Turning 50 a few years ago was something of a surprise. Like blink-you’re in 1st grade-you’re graduated-you’re married-had your first kid-had your first grandkid-blink, you’re 50. I know everyone says it, but it really did happen so quickly. When I was young and I heard the age 50, I thought, Old. That is an old person.
Now that it’s me, I don’t feel old. Some people tell me I don’t look my age, which is nice to hear but is truly neither here nor there because the fact is that I am now a few years past that old age of 50.
Gen X’ers in Midlife
My parents in middle age seemed to have it together, as if they’d been born adults and always knew what adult things they should be doing at any given time: good citizen things like cleaning out the garage on a Saturday morning, balancing the checkbook every month, vacuuming the carpet regularly, and making dinners for “shut-ins.” (Being a shut-in sounded sort of intriguing to me back then, by the way, with its unending command of the TV and meals brought to oneself, but what did I know? But I digress...)
Me in middle age is a little different. Oh, I feel like I’m a pretty responsible adult. But I also feel at times as though I’m still making this whole thing up as I go along, and never moreso than when I see all the advice geared toward the middle aged or for someone going through a midlife crisis. It’s like an illness we all need to get over. Maybe I should be more rattled about all this midlife stuff? Should I be indulging in some sort of major crisis of self-confidence and identity? Did I miss a memo??
Midlife…even the term sounds so depressing. Do a quick search on Pinterest for ‘midlife’ and here are some of the top hits:
Struggles of midlife…
Change your career at midlife…
Hmm…seems restless and discontent, as if there’s no possible way you could be happy with your blecky middle-aged self. I imagine that’s what some people are feeling, but it’s not what I’m feeling.
Ok, checking Medium, which is full of thoughtful writers. Search again: midlife.
How to tell if you’re having a midlife crisis….
Defeat midlife regret…
UGH. You get the drift.
I would like to have a different conversation about midlife.
I want to discuss all the things we’ve learned, look with excitement to what’s coming, and, maybe in a Fried Green Tomatoes “Towanda!” sort of way, talk with confidence about all the really cool and awesome things we’ve done and accomplished, and can keep doing, and keep becoming. If we have regrets, we can talk about those, too, while realizing life is too short to camp there and we have the capacity to go on and do better.

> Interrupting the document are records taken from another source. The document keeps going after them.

import { chakra } from '@chakra-ui/react';
import type { PolicyEntry } from '@resistry/engineering/derating/policy-entry';
import { Figure } from '../../components/figure';
import { RuledTable } from '../../components/ruled-table';
import { policyMatchWords } from './policy-match-words';

const readingWords = {
  parallel: 'a line of its own beneath the manufacturer’s',
  multiplied: 'the manufacturer’s curve times the share',
} as const;

/** Absent in the policy: it sets no such limit, which is no value of one. */
const unset = <span className="not-stated">not stated</span>;

function Line({ entry }: { entry: PolicyEntry }) {
  if (entry.reading === 'multiplied') return <>{readingWords.multiplied}</>;
  return (
    <>
      {readingWords.parallel}: full up to{' '}
      {entry.from === undefined ? 'its knee' : <Figure value={entry.from} quantity="temperature" />}, nothing
      at{' '}
      {entry.zero === undefined ? (
        'the temperature where the share puts it'
      ) : (
        <Figure value={entry.zero} quantity="temperature" />
      )}
    </>
  );
}

/** The entries in their order: the first that matches a part is in force for it. */
export function PolicyEntries({ entries }: { entries: readonly PolicyEntry[] }) {
  return (
    <RuledTable label="Entries">
      <thead>
        <tr>
          <th scope="col">For</th>
          <th scope="col">Dissipation</th>
          <th scope="col">Over temperature</th>
          <th scope="col">Voltage</th>
          <th scope="col">Pulses</th>
          <th scope="col">Never above</th>
          <th scope="col">Kept below the element’s highest</th>
          <th scope="col">At altitude</th>
        </tr>
      </thead>
      <tbody>
        {entries.map((entry, place) => (
          <tr key={`${place} ${policyMatchWords(entry.match)}`}>
            <chakra.th scope="row" minWidth={{ md: '9rem' }}>
              {policyMatchWords(entry.match)}
            </chakra.th>
            <td>
              <Figure value={entry.powerRatio} quantity="fraction" />
            </td>
            <chakra.td minWidth="13rem">
              <Line entry={entry} />
            </chakra.td>
            <td>
              <Figure value={entry.voltageRatio} quantity="fraction" />
            </td>
            <td>
              {entry.pulseRatio === undefined ? (
                unset
              ) : (
                <Figure value={entry.pulseRatio} quantity="fraction" />
              )}
            </td>
            <td>
              {entry.maxTemperature === undefined ? (
                unset
              ) : (
                <Figure value={entry.maxTemperature} quantity="temperature" />
              )}
            </td>
            <td>
              {entry.reserve === undefined ? (
                unset
              ) : (
                <Figure value={entry.reserve} quantity="temperature-difference" />
              )}
            </td>
            <td>
              {entry.altitude === undefined
                ? unset
                : entry.altitude.map(([metre, factor]) => (
                    <chakra.div key={metre} whiteSpace="nowrap">
                      <Figure value={metre} quantity="altitude" />:{' '}
                      <Figure value={factor} quantity="fraction" />
                    </chakra.div>
                  ))}
            </td>
          </tr>
        ))}
      </tbody>
    </RuledTable>
  );
}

We can also discuss the hot flashes and how irritating everyone is at times (it’s their fault, not us, right?), but the conversation I really want to have is about what this new season will look like. I want to chat about ideas, and new technology, and hear about your grandkids and show you photos of mine, of course, and have real discussions about faith and hope. Personally, I’m not trying to recapture my youth or go back in time. I’ve been there-done-that-got the saggy tummy skin. I’ve raised my kids and been through all the angst and questioned my parenting and driven all the carpools…and now it’s my turn.
Because my life isn’t over because my children are grown or because jobs change, or even if I lose everything familiar like we did when we moved to Texas after my husband’s military retirement. I’m excited to see what’s unfolding because I hope I have a lot of good years ahead of me. I want to keep traveling and learn new things.

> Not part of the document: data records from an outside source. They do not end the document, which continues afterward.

import { BadRequestException, NotFoundException, PayloadTooLargeException } from '@nestjs/common';
import { asProblem } from './as-problem';
import { StaleEditProblem } from './problems';

describe('asProblem', () => {
  it('leaves a problem as it is', () => {
    const problem = new StaleEditProblem('The part');
    expect(asProblem(problem)).toBe(problem);
  });

  it.each([
    [new NotFoundException('Cannot GET /x'), 'not-found', 404],
    [new BadRequestException('Unexpected token'), 'malformed', 400],
    [new PayloadTooLargeException(), 'too-large', 413],
    [Object.assign(new Error('request entity too large'), { expose: true, status: 413 }), 'too-large', 413],
    [new URIError('URI malformed'), 'malformed', 400],
    [Object.assign(new Error('teapot'), { expose: true, status: 418 }), 'malformed', 400],
  ])('gives words of ours to %s', (error, kind, status) => {
    const problem = asProblem(error);
    expect(problem).toMatchObject({ kind, status });
    expect(problem.detail).not.toContain(error.message);
  });

  it.each([new Error('SQLITE_CONSTRAINT: users.password_hash'), 'thrown text', undefined])(
    'tells nothing of what it does not know: %p',
    (error) => {
      const problem = asProblem(error);
      expect(problem).toMatchObject({ kind: 'unexpected', status: 500 });
      expect(problem.detail).not.toMatch(/SQLITE|password|thrown/);
    },
  );
});
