import { type ArgumentsHost, Catch, type ExceptionFilter } from '@nestjs/common';
import type { Request, Response } from 'express';
import { PinoLogger } from 'nestjs-pino';
import { requestIdOf } from '../http/request-id';
import { asProblem } from './as-problem';
import { ProblemDocument } from './problem-document';

/** The one exit for every failure. */
@Catch()
export class ProblemFilter implements ExceptionFilter {
  constructor(private readonly logger: PinoLogger) {}

  catch(error: unknown, host: ArgumentsHost): void {
    const request = host.switchToHttp().getRequest<Request>();
    const response = host.switchToHttp().getResponse<Response>();
    const problem = asProblem(error);
    if (problem.status >= 500) this.logger.error({ err: error }, 'unexpected failure');
    if (response.headersSent) {
      response.destroy();
      return;
    }
    if (problem.members.retryAfter !== undefined)
      response.setHeader('Retry-After', problem.members.retryAfter);
    if (problem.status === 401) response.setHeader('WWW-Authenticate', 'Bearer');
    response
      .status(problem.status)
      .setHeader('Content-Type', 'application/problem+json; charset=utf-8')
      .end(JSON.stringify(ProblemDocument.of(problem, requestIdOf(request))));
  }
}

The Best Years Are Ahead, Not Behind Us
A few years ago, I did something scary for me–started running. I ended up completing a half marathon the next year. What I learned most from beginning to run wasn’t that I was a great or even skilled runner, because I am not. In fact, I am rather slow. But I discovered that I could do something new and terrifying to me, even after 45, way after my physical prime. I found myself running distances I’d never dreamed of, learned that I could stick to something physically demanding, and that I could change my body and how I feel physically. I have that power. It dawned on me: What else could I maybe do?
The next year, I published my first book with a small publishing company. I am about to complete the manuscript for my second book. I launched not one, but two podcasts. And who knows what else? Not me! It’s always a surprise. At times, I feel I’m just along for the ride.
Are you with me? Come on–we have things to do!
P.S. Just in case you’re wondering, most social scientists agree that “midlife” spans the ages of 40 to 60 or 65. If that’s where you are, I’m happy to meet you!